Senti-iFusion: An Integrity-centered Hierarchical Fusion Framework for Multimodal Sentiment Analysis under Uncertain Modality Missingness
Liling Li, Guoyang Xu, Xiongri Shen, Zhifei Xu, Yanbo Zhang, Zhiguo Zhang, Zhenxi Song
TL;DR
Senti-iFusion tackles multimodal sentiment analysis under unknown inter- and intra-modality missingness by introducing an integrity-centered hierarchical fusion framework. It combines Integrity Estimation, Integrity-weighted Cross-modal Completion, and Integrity-guided Adaptive Fusion to recover and leverage sentiment cues from partially observed data. A dual-depth validation with semantic and feature-level losses, plus a progressive two-stage training regime, yields state-of-the-art performance on MOSI and MOSEI under challenging missing-data patterns. The approach enhances robustness and fine-grained sentiment understanding, with practical implications for real-world multimodal systems facing sensor unreliability and data loss.
Abstract
Multimodal Sentiment Analysis (MSA) is critical for human-computer interaction but faces challenges when the modalities are incomplete or missing. Existing methods often assume pre-defined missing modalities or fixed missing rates, limiting their real-world applicability.
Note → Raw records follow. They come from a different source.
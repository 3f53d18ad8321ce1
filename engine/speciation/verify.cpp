#include "verify.hpp"

#include <algorithm>
#include <array>
#include <cmath>

namespace bathwright::speciation {

Residuals verify(const Solver& solver, const Constants& ln_K, const Task& task, const Equilibrium& answer) {
  const ChemicalSystem& system = solver.system();
  const std::size_t components = system.components().size();
  Residuals worst;
  const auto raise = [](double& to, double value) {
    to = std::max(to, std::isnan(value) ? HUGE_VAL : std::abs(value));
  };

  // Activity coefficients once more from the molalities.
  std::array<double, activity::max_solutes> ln_gamma, ln_a;
  const std::size_t count = answer.molality.size();
  const double ln_water = solver.model().evaluate(answer.molality, ln_gamma);
  // A free ion may be less than a double can hold; its activity is then taken at its word.
  for (std::size_t j = 0; j < count; ++j)
    ln_a[j] = answer.molality[j] > 0 ? std::log(answer.molality[j]) + ln_gamma[j] : answer.ln_activity[j];
  for (std::size_t j = 0; j < count; ++j) {
    const SystemSpecies& species = system.species()[j];
    if (!std::isfinite(ln_a[j])) continue;  // a component that is absent, and all that needs it
    double expected = ln_K.species[j] + species.water * ln_water;
    for (std::size_t i = 0; i < components; ++i)
      if (species.made_of[i] != 0) expected += species.made_of[i] * ln_a[i];
    raise(worst.mass_action, ln_a[j] - expected);
  }

  double charge = 0;
  for (std::size_t j = 0; j < count; ++j) charge += system.species()[j].charge * answer.molality[j];
  double given_charge = 0;  // of the totals: zero when they were neutral compounds
  for (std::size_t i = 0; i < components; ++i)
    given_charge += system.species()[i].charge * task.component_mol[i];
  raise(worst.charge_mol_per_kg, charge - given_charge / answer.water_kg);

  std::array<double, max_components> found{}, throughput{};
  const auto tally = [&](std::size_t i, double mol) {
    found[i] += mol;
    throughput[i] += std::abs(mol);
  };
  const auto tally_all = [&](const std::vector<double>& made_of, double mol) {
    if (mol == 0) return;
    for (std::size_t i = 0; i < components; ++i) tally(i, made_of[i] * mol);
  };
  for (std::size_t j = 0; j < count; ++j)
    tally_all(system.species()[j].made_of, answer.molality[j] * answer.water_kg);
  for (std::size_t k = 0; k < answer.solid_mol.size(); ++k)
    tally_all(system.solids()[k].made_of, answer.solid_mol[k]);
  for (std::size_t g = 0; g < task.gases.size(); ++g)
    tally_all(system.gases()[task.gases[g].gas].made_of, -answer.gas_mol[g]);
  if (task.pH) {
    tally(0, -answer.held_ph_mol);
    tally(task.pH->counter_ion, answer.held_ph_mol / system.species()[task.pH->counter_ion].charge);
  }
  for (std::size_t i = 0; i < components; ++i) {
    const double scale = std::max({std::abs(task.component_mol[i]), throughput[i], 1e15 * absent_mol});
    raise(worst.mass_balance, (found[i] - task.component_mol[i]) / scale);
  }

  for (std::size_t k = 0; k < answer.solid_mol.size(); ++k) {
    const SolidRule rule = task.solids.empty() ? SolidRule::report_only : task.solids[k];
    const double ln_index = answer.saturation_index[k] * std::log(10.0);
    const bool present = answer.solid_mol[k] != 0 || rule == SolidRule::in_excess;
    if (rule == SolidRule::report_only) continue;
    if (present)
      raise(worst.saturation, ln_index);
    else if (solver.covers(k) && ln_index > 0)
      raise(worst.saturation, ln_index);
    if (rule == SolidRule::may_precipitate) raise(worst.negative_solid, std::min(0.0, answer.solid_mol[k]));
  }
  return worst;
}

}  // namespace bathwright::speciation
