// The program `bathwright`: options for all verbs, and which verb runs.
#include <cstdio>

#include "context.hpp"

using namespace bathwright::command;

int main(int argc, char** argv) {
  CLI::App program{
      "Bathwright: from the readings of a plating tank to an addition sheet that is safe on the way.",
      "bathwright"};
  Context context;
  Action action;
  program.set_version_flag("--version", program_and_version());
  program.add_flag("--json", context.json, "print one JSON document instead of text");
  program.add_option("--log", context.log_file, "the shift log to read and write");
  program.add_option("--plugins", context.plugin_folders, "further folders with bath types")
      ->allow_extra_args(false);
  program.require_subcommand(0, 1);
  program.fallthrough();
  add_analyse(program, context, action);
  add_dose(program, context, action);
  add_tank(program, context, action);
  add_path(program, context, action);
  add_log(program, context, action);
  add_solution(program, context, action);
  add_sources(program, context, action);
  add_plugins(program, context, action);
  program.footer(
      "Exit status: 0 all is well, 1 a finding, 2 bad input, 3 could not finish.\n"
      "Each verb has --help with an example: bathwright dose --help");
  try {
    program.parse(argc, argv);
  } catch (const CLI::ParseError& error) {
    return program.exit(error) == 0 ? Exit::all_well : Exit::bad_input;
  }
  if (!action) {
    std::printf(
        "Bathwright works at the command line in this version; the window comes in a later one.\n\n"
        "This shift:      bathwright dose TANK READINGS\n"
        "Every verb:      bathwright --help\n");
    return Exit::all_well;
  }
  return action();
}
To address this challenge, we propose Senti-iFusion, an integrity-centered hierarchical fusion framework capable of handling both inter- and intra-modality missingness simultaneously. It comprises three hierarchical components: Integrity Estimation, Integrity-weighted Completion, and Integrity-guided Fusion. First, the Integrity Estimation module predicts the completeness of each modality and mitigates the noise caused by incomplete data. Second, the Integrity-weighted Cross-modal Completion module employs a novel weighting mechanism to disentangle consistent semantic structures from modality-specific representations, enabling the precise recovery of sentiment-related features across language, acoustic, and visual modalities. To ensure consistency in reconstruction, a dual-depth validation with semantic- and feature-level losses ensures consistent reconstruction at both fine-grained (low-level) and semantic (high-level) scales. Finally, the Integrity-guided Adaptive Fusion mechanism dynamically selects the dominant modality for attention-based fusion, ensuring that the most reliable modality, based on completeness and quality, contributes more significantly to the final prediction. Senti-iFusion employs a progressive training approach to ensure stable convergence. Experimental results on popular MSA datasets demonstrate that Senti-iFusion outperforms existing methods, particularly in fine-grained sentiment analysis tasks. The code and our proposed Senti-iFusion model will be publicly available.